Öğrenme dediğimizde geleneksel anlamda öğrencilerin düzenli bir şekilde dizilmiş sıralarda oturan, öğretmenini dinleyen ve öğretmeninden duyduklarını not alan ve ancak soru sorulduğunda cevap haklarını kullanan, verilen alıştırmalar ya da ödevler üzerinde özenli ve sessizce çalışan bir ortamdan oluşan bir anlayış aklımıza gelir. Elbette bu düzenli gibi görünen ortam içersinde bir de görünmeyen bir boyut vardir. O da öğrencilerin öğretmenlerini dinlerken akıllarından geçen “gürültüdür” (Marlow & Page, 1998). Gürültü belki de öğretmenini dinlerken aklı yarınki ödevinde olan, ya da akşama katılacağı partide ne giyeceğini düşünen, kaç dakikanın kaldığını hesaplayan ya da duyduğu bir şarkının ezgilerini hatırlamaya çalışan düşünceler yumağından oluşmaktadır. Bir eğitici olarak sorgulamamız gerekir: Biz,

bizi dinleyen, sadece konuş dediğimizde konuşan, yaz dediğimizde yazan, oku dediğimizde okuyan, eleştirel düşünceden uzak, sorgulamayan, sessiz, ezberciliğe itilmiş öğrenciler mi istiyoruz? Yoksa ne istediğini bilen, sorgulayan, eleştirel düşünen, bilgiyi alan değil araştıran ve bildiklerini paylaşan ve paylaşımları sonucunda yeni bilgi çıkarımlarında bulunan öğrenciler mi istiyoruz? Hiç kuşkusuz tüm eğiticiler yetişmelerine katkıda bulundukları öğrencilerini toplumda etkin bireyler olarak görmek isterler ve onların yüksek değerlere sahip olmalarını beklerler. Bu durumda, biz eğitimcilere düşen, eğitimde paradigmatik değişime uygun ortamlar sağlamamızdır. Bunu yaparken de değişimi, eğiticilerin eğitiminde başlatmamızda fayda vardır (Akar vd, 2004).

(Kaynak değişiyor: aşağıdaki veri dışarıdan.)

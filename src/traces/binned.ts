/** A long record as the means of a few samples each: all that a slow swing tells, in far fewer numbers. */
import type { SwingSamples } from './swingSums.ts';

/** Samples that a fit is made of where a record has more, if the swing leaves enough of them a period. */
const ENOUGH = 100_000;
const LEAST_A_PERIOD = 48;
/** A bin longer than so many times its samples' usual length has a gap in it. */
const GAP = 1.5;

/** Samples in a row that tell how fast a swing is, and places in the record that they are sought at. */
const LOOKED_AT = 32_768;
const PLACES = 24;

/** The part of a long record in which most happens. */
export function liveliest({ t, x, use }: SwingSamples): SwingSamples {
  const n = t.length;
  if (n <= LOOKED_AT) return { t, x, ...(use ? { use } : {}) };
  let [best, most] = [0, -1];
  for (let k = 0; k < PLACES; k++) {
    const from = Math.floor((k * (n - LOOKED_AT)) / (PLACES - 1));
    let [count, sum, squares] = [0, 0, 0];
    for (let i = from; i < from + LOOKED_AT; i += 8) {
      if (use && use[i] === 0) continue;
      const y = x[i]! - x[from]!;
      count += 1;
      sum += y;
      squares += y * y;
    }
    const spread = count > 0 ? squares / count - (sum / count) ** 2 : 0;
    if (spread > most) [best, most] = [from, spread];
  }
  const to = best + LOOKED_AT;
  return { t: t.subarray(best, to), x: x.subarray(best, to), ...(use ? { use: use.subarray(best, to) } : {}) };
}

/** How many samples go into one; 1 where the record is short, or a period has few. `frequency`: the fastest that the swing may have, rad/s; 0: not known. */
export function everyFor({ t }: SwingSamples, frequency: number): number {
  const n = t.length;
  const spacing = (t[n - 1]! - t[0]!) / Math.max(1, n - 1);
  return Math.max(1, Math.min(Math.floor(n / ENOUGH), frequency > 0 ? Math.floor((2 * Math.PI) / (frequency * spacing * LEAST_A_PERIOD)) : Infinity));
}

/**
 * Means of `every` samples, each at its mean time, with the time that such a mean averages over, s.
 * A mean is in use where more than half of its samples are, and is of those alone.
 *
 * Source: the mean of m samples dt apart blurs as an exposure of dt √(m² − 1) does, to second order; derived.
 */
export function binned({ t, x, use }: SwingSamples, every: number): { readonly samples: SwingSamples; readonly blur: number } {
  const n = Math.floor(t.length / every);
  const spacing = (t[t.length - 1]! - t[0]!) / Math.max(1, t.length - 1);
  const [times, values, used] = [new Float64Array(n), new Float64Array(n), new Uint8Array(n)];
  for (let b = 0; b < n; b++) {
    const from = b * every;
    let [count, sumT, sumX] = [0, 0, 0];
    for (let i = from; i < from + every; i++) {
      if (use && use[i] === 0) continue;
      count += 1;
      sumT += t[i]! - t[from]!;
      sumX += x[i]!;
    }
    const isWhole = t[from + every - 1]! - t[from]! <= GAP * (every - 1) * spacing;
    used[b] = isWhole && 2 * count > every ? 1 : 0;
    times[b] = used[b] === 1 ? t[from]! + sumT / count : (t[from]! + t[from + every - 1]!) / 2;
    values[b] = used[b] === 1 ? sumX / count : 0;
  }
  return { samples: { t: times, x: values, use: used }, blur: spacing * Math.sqrt(every * every - 1) };
}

2.9.Yapılandırmacı Öğretim Yöntemi

Bilginin doğası ve öğrenme alanına yönelik yapılan çalışmalar insanın öğrenmesi konusunda farklı yaklaşımları gündeme getirmiştir. Özellikle psikoloji alanındaki yeni araştırmaların ardından öğrenim alanında davranışçılık ve bilişselcilikten sonra yeni bir yaklaşım olan yapılandırmacılık ortaya çıkmıştır. Yine “oluşturmacılık”, “kurmacılık”, “bütünleştiricilik”, “yapılandırıcı öğrenme”, “yapısalcı öğrenme”, “oluşumcu yaklaşım ” gibi kelime ve kavramlarla “yapılandırmacılık” ifade edilmektedir.

Yapılandırmacı kuramın öncülerinden olan Piaget'e göre zihnin bilgiyi işlerken özümleme, uyma ve dengeleme işlevlerini gerçekleştirmesi gerekmektedir (Saban, 2002).

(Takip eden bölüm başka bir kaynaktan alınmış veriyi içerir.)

/** What is left of the record beside the swing, by frequency: the lines that a pump or a building make stand out of it. */
import { powers, powerOfTwo } from '../numeric/fourier.ts';

export interface ResidualSpectrum {
  /** Hz, rising; no more than MOST_POINTS. */
  readonly frequency: readonly number[];
  /** Amplitude of a sine at that frequency, unit of the residuals: the largest about each point. */
  readonly amplitude: readonly number[];
  readonly lines: readonly { readonly frequency: number; readonly amplitude: number }[];
}

const MOST_POINTS = 1200;
/** Samples of a piece; pieces overlap by half and are averaged. */
const LONGEST_PIECE = 32_768;
/** Of more pieces, evenly some. */
const MOST_PIECES = 8;
/** A line stands so many times above the median power about it. */
const STANDS_OUT = 25;
/** Half-width of what is about a line, bins. */
const ABOUT = 40;
const MOST_LINES = 6;
const SMALLEST_RECORD = 64;

/**
 * Amplitudes by averaged, Hann-windowed pieces. Valid: samples evenly spaced, or nearly so; left-out samples are 0. `residualsIn`: a copy of those of a stretch.
 * Source: P. D. Welch, IEEE Trans. Audio Electroacoust. 15 (1967) 70, from memory.
 */
export function residualSpectrum(n: number, residualsIn: (from: number, to: number) => Float64Array, spacing: number): ResidualSpectrum | null {
  if (n < SMALLEST_RECORD || !(spacing > 0)) return null;
  const piece = Math.min(LONGEST_PIECE, powerOfTwo(n / 2 + 1) / 2 < SMALLEST_RECORD ? powerOfTwo(n) / 2 : powerOfTwo(n / 2 + 1) / 2);
  const window = Float64Array.from({ length: piece }, (_, i) => 0.5 - 0.5 * Math.cos((2 * Math.PI * (i + 0.5)) / piece));
  const gain = window.reduce((sum, value) => sum + value, 0);
  const sum = new Float64Array(piece / 2 + 1);
  let pieces = 0;
  const steps = Math.max(1, Math.floor((n - piece) / (piece / 2)) + 1);
  const taken = Math.min(steps, MOST_PIECES);
  for (let k = 0; k < taken; k++) {
    const from = Math.floor(((k * (steps - 1)) / Math.max(1, taken - 1))) * (piece / 2);
    const residuals = residualsIn(from, from + piece);
    for (let i = 0; i < piece; i++) residuals[i]! *= window[i]!;
    const found = powers(residuals);
    for (let j = 0; j < sum.length; j++) sum[j]! += found[j]!;
    pieces += 1;
  }
  const amplitude = sum.map((value) => (2 * Math.sqrt(value / pieces)) / gain);
  const unit = 1 / (piece * spacing);
  return { ...thinned(amplitude, unit), lines: linesOf(amplitude, unit) };
}

/** Few points, evenly in the logarithm of the frequency; of those that fall together the largest. */
function thinned(amplitude: Float64Array, unit: number): Pick<ResidualSpectrum, 'frequency' | 'amplitude'> {
  const frequency: number[] = [];
  const kept: number[] = [];
  const last = amplitude.length - 1;
  const step = Math.log(last) / MOST_POINTS;
  for (let j = 1; j <= last;) {
    const next = Math.max(j + 1, Math.ceil(j * Math.exp(step)));
    let best = j;
    for (let i = j; i < Math.min(next, last + 1); i++) if (amplitude[i]! > amplitude[best]!) best = i;
    frequency.push(best * unit);
    kept.push(amplitude[best]!);
    j = next;
  }
  return { frequency, amplitude: kept };
}

function linesOf(amplitude: Float64Array, unit: number): ResidualSpectrum['lines'] {
  const found: { readonly frequency: number; readonly amplitude: number }[] = [];
  const usual = mediansOf(amplitude);
  for (let j = 2; j < amplitude.length - 2; j++) {
    const here = amplitude[j]!;
    if (!(here >= amplitude[j - 1]! && here > amplitude[j + 1]!)) continue;
    const about = usual[Math.floor(j / ABOUT)]!;
    if (!(here * here > STANDS_OUT * about * about)) continue;
    // Peak of a Hann-windowed line by a parabola through the logarithms.
    const [a, b, c] = [amplitude[j - 1]!, here, amplitude[j + 1]!].map((value) => Math.log(Math.max(value, 1e-300)));
    const bend = a! - 2 * b! + c!;
    const shift = bend < 0 ? (a! - c!) / (2 * bend) : 0;
    found.push({ frequency: (j + shift) * unit, amplitude: Math.exp(b! - (shift * (a! - c!)) / 4) });
  }
  return found.sort((one, other) => other.amplitude - one.amplitude).slice(0, MOST_LINES);
}

/** Median of each ABOUT bins with those to both sides. */
function mediansOf(amplitude: Float64Array): readonly number[] {
  return Array.from({ length: Math.ceil(amplitude.length / ABOUT) }, (_, k) => {
    const about = Array.from(amplitude.subarray(Math.max(1, (k - 1) * ABOUT), (k + 2) * ABOUT)).sort((a, b) => a - b);
    return about[about.length >> 1] ?? Infinity;
  });
}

Çevresiyle etkileşim içinde olan öğrenci bilişsel gelişim süreci içerisinde, zihninde kendi dünyasını kurar ve kişisel yaşantıları, bilgiyi algılama, yorumlama sonucunda zihinsel yapısını inşa eder. Öğrenci yeni bilgiyle karşılaştığı zaman, bu bilgiyi daha önceden zihinde var olan bilgiyle karşılaştırır. Özümleme işlevini gerçekleştirir. Eski bilgi ile yeni bilgi arasında bir çakışma varsa yeni bilgiye göre zihnini yeniden yapılandırır. Uyma işlevini yerine getirir. Tüm bu süreç içinde bir

zihni dengeleme işlemi gerçekleşir. Böylece bireyin sorumluluğunda bir öğrenme gerçekleşir.

Örneğin, yaşamında ilk kez, “akrep, yelkovan ve kadranı olmayan, elektronik bir saatle” karşılaşan birey, “Her saatin en azından akrep, yelkovan ve kadran olmak üzere üç temel öğesi bulunur” biçiminde zihninde önceden yapılandırdığı genellemeden vazgeçerek saat kavramıyla ilgili yeni bir genelleme ya da şema oluşturur. Örnekten de anlaşılacağı üzere, bireyin sahip olduğu şema, onun yeni bilgiyi içine yerleştireceği ya da asacağı askılık işlevi görür. İlerideki öğrenmeleri etkileyeceği düşüncesinden hareketle, zihinde doğru şemaların oluşturulmasına, yani ön öğrenmelerin doğru olarak gerçekleştirilmesine özen gösterilir. Çünkü ön öğrenmeler, yeni öğrenmelerin hazırlayıcısı ya da olanaklı kılıcısıdır (Senemoğlu, 1997, s.289).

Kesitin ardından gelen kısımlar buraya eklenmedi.